The NOCIt graphical user interface (GUI) was validated during its developmental phase. With no current forensic guidelines for the validation of computational tools, the protocol was designed based on a guide developed by the Center for Devices and Radiological Health for the Food and Health Administration (FDA). The protocol required using a variety of test types and detailed documentation of the methods used, the inputs, outputs and results. A total of 325 tests were completed across 11 different software distributions.
As a critical software system, NOCIt’s settings also had to be optimized because of its ability to substantially influence the interpretation, the statistical conclusions and the accuracy of the results. Two different settings (Condition 3 and Condition 4) were tested on AmpFlstr® Identifiler® Plus and PowerPlex® 16 HS PCR amplified samples. The differences between the two conditions were the parameter Number of Samples in Batch and the Multiplicative Factor. All other settings were kept the same. The reproducibility and accuracy were examined to determine which condition was more reliable. Both settings had similar results, with both performing better in different categories.
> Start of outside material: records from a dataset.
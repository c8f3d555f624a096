package spanwright.suspicion;

import java.time.LocalDate;
import java.time.ZoneId;
import java.util.HashMap;
import java.util.HashSet;
import java.util.List;
import java.util.Map;
import java.util.Objects;
import java.util.Set;
import org.jspecify.annotations.Nullable;
import spanwright.journal.Change;
import spanwright.journal.Posting;
import spanwright.journal.Recorded;
import spanwright.network.Ledger;
import spanwright.splicing.Joint;
import spanwright.splicing.JointFacts;
import spanwright.splicing.JointKind;
import spanwright.splicing.SpliceMethod;

/**
 * The enclosures where postings of the last days made, made anew or undid splices without a day of their own: somebody was
 * there not long before. A posting at more enclosures than a crew opens in a night is a plant being loaded and says nothing.
 */
public final class PostedLately {

    /** Enclosures that one job opens, at the most. */
    static final int ENCLOSURES_A_JOB = 12;
    /** Changes of a posting beyond which it is not read: a sheet of 864 fibers joined singly comes to fewer. */
    static final int CHANGES_A_JOB = 5_000;
    /** Postings looked back over, so that an answer waits for no more than these. */
    static final int POSTINGS = 1_000;

    private PostedLately() {}

    /**
     * The day of the last such posting, by the identity of the enclosure.
     *
     * @param upTo the last posting that the question takes in
     * @param today the day for which it is asked
     * @param zone the records' own
     */
    public static Map<Integer, LocalDate> of(Ledger ledger, int upTo, LocalDate today, ZoneId zone) {
        Map<Integer, LocalDate> found = new HashMap<>();
        for (Posting posting : ledger.postings(upTo + 1, POSTINGS)) {
            LocalDate day = posting.at().atZone(zone).toLocalDate();
            if (day.isBefore(today.minusDays(Likelihood.LATELY))) {
                break;
            }
            if (posting.changes() <= CHANGES_A_JOB) {
                opened(ledger.changesOf(posting.number()), day)
                        .forEach(enclosure -> found.merge(enclosure, day, PostedLately::later));
            }
        }
        return found;
    }

    private static LocalDate later(LocalDate one, LocalDate other) {
        return one.isAfter(other) ? one : other;
    }

    /** The enclosures that a posting tells of: none where they are more than a job's. */
    private static Set<Integer> opened(List<Change> changes, LocalDate day) {
        Set<Made> before = new HashSet<>();
        Set<Made> after = new HashSet<>();
        for (Change change : changes) {
            Joint was = splice(change.before());
            Joint is = splice(change.after());
            if (was == null || is == null || !onlyCarried(was, is)) {
                add(was, before);
                add(is, after);
            }
        }
        Set<Made> kept = new HashSet<>(before);
        kept.retainAll(after);
        before.removeAll(kept);
        after.removeAll(kept);
        return told(before, after, day);
    }

    private static Set<Integer> told(Set<Made> undone, Set<Made> made, LocalDate day) {
        Set<Integer> undated = new HashSet<>();
        Set<Integer> worked = new HashSet<>();
        undone.forEach(each -> undated.add(each.enclosure));
        made.forEach(each -> {
            worked.add(each.enclosure);
            undated.remove(each.enclosure);
        });
        worked.addAll(undated);
        made.stream().filter(each -> each.undated(day)).forEach(each -> undated.add(each.enclosure));
        return worked.size() > ENCLOSURES_A_JOB ? Set.of() : undated;
    }

    private static @Nullable Joint splice(@Nullable Recorded record) {
        return record instanceof Joint joint && joint.type() == JointKind.SPLICE && !joint.planned() ? joint : null;
    }

    /** Joints that follow their cable to another record of it, or are seen or measured only, were not touched. */
    private static boolean onlyCarried(Joint was, Joint is) {
        return was.a().numbers().equals(is.a().numbers())
                && was.b().numbers().equals(is.b().numbers())
                && Objects.equals(was.facts().splicedOn(), is.facts().splicedOn())
                && Objects.equals(was.facts().splicedBy(), is.facts().splicedBy())
                && was.facts().method() == is.facts().method();
    }

    private static void add(@Nullable Joint joint, Set<Made> to) {
        for (int index = 0; joint != null && index < joint.count(); index++) {
            long a = joint.a().key(index);
            long b = joint.b().key(index);
            JointFacts facts = joint.facts();
            to.add(new Made(
                    joint.enclosure(),
                    Math.min(a, b),
                    Math.max(a, b),
                    facts.splicedOn(),
                    facts.splicedBy(),
                    facts.method()));
        }
    }

    /** One splice of two ends, as it was made; so a row that is only parted into several is the same as before. */
    private record Made(
            int enclosure,
            long one,
            long other,
            @Nullable LocalDate on,
            @Nullable String by,
            @Nullable SpliceMethod method) {

        /** Without a day, or with one that was still to come when it was posted. */
        boolean undated(LocalDate posted) {
            return on == null || on.isAfter(posted);
        }
    }
}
As with interpretation, quantification is an integral part of the human identification pipeline. Previous studies have shown that the Quantifiler® recommended protocol of generating a standard curve for every quantification (referred to in this study as the Recommended Method) introduces additional sources of variability compared to protocols that utilize one, external, validated curve (referred to in this study as the Experimental Method). To identify the major source of variability inherent in the quantitative polymerase chain reaction (qPCR) process, these two methods of determining the quantity of a DNA sample were investigated using the Quantifiler® Duo and Quantifiler® Trio DNA Quantification assays. Four tenfold serial dilutions were quantified in five independent runs using the Quantifiler® Duo DNA Quantification kit and five independent runs using the Quantifiler® Trio DNA Quantification kit. Quantification with Quantifiler® Duo reported less variability using the Experimental Method than the Recommended Method. Conversely, quantification with Quantifiler® Trio exhibited approximately equal variability between both methods.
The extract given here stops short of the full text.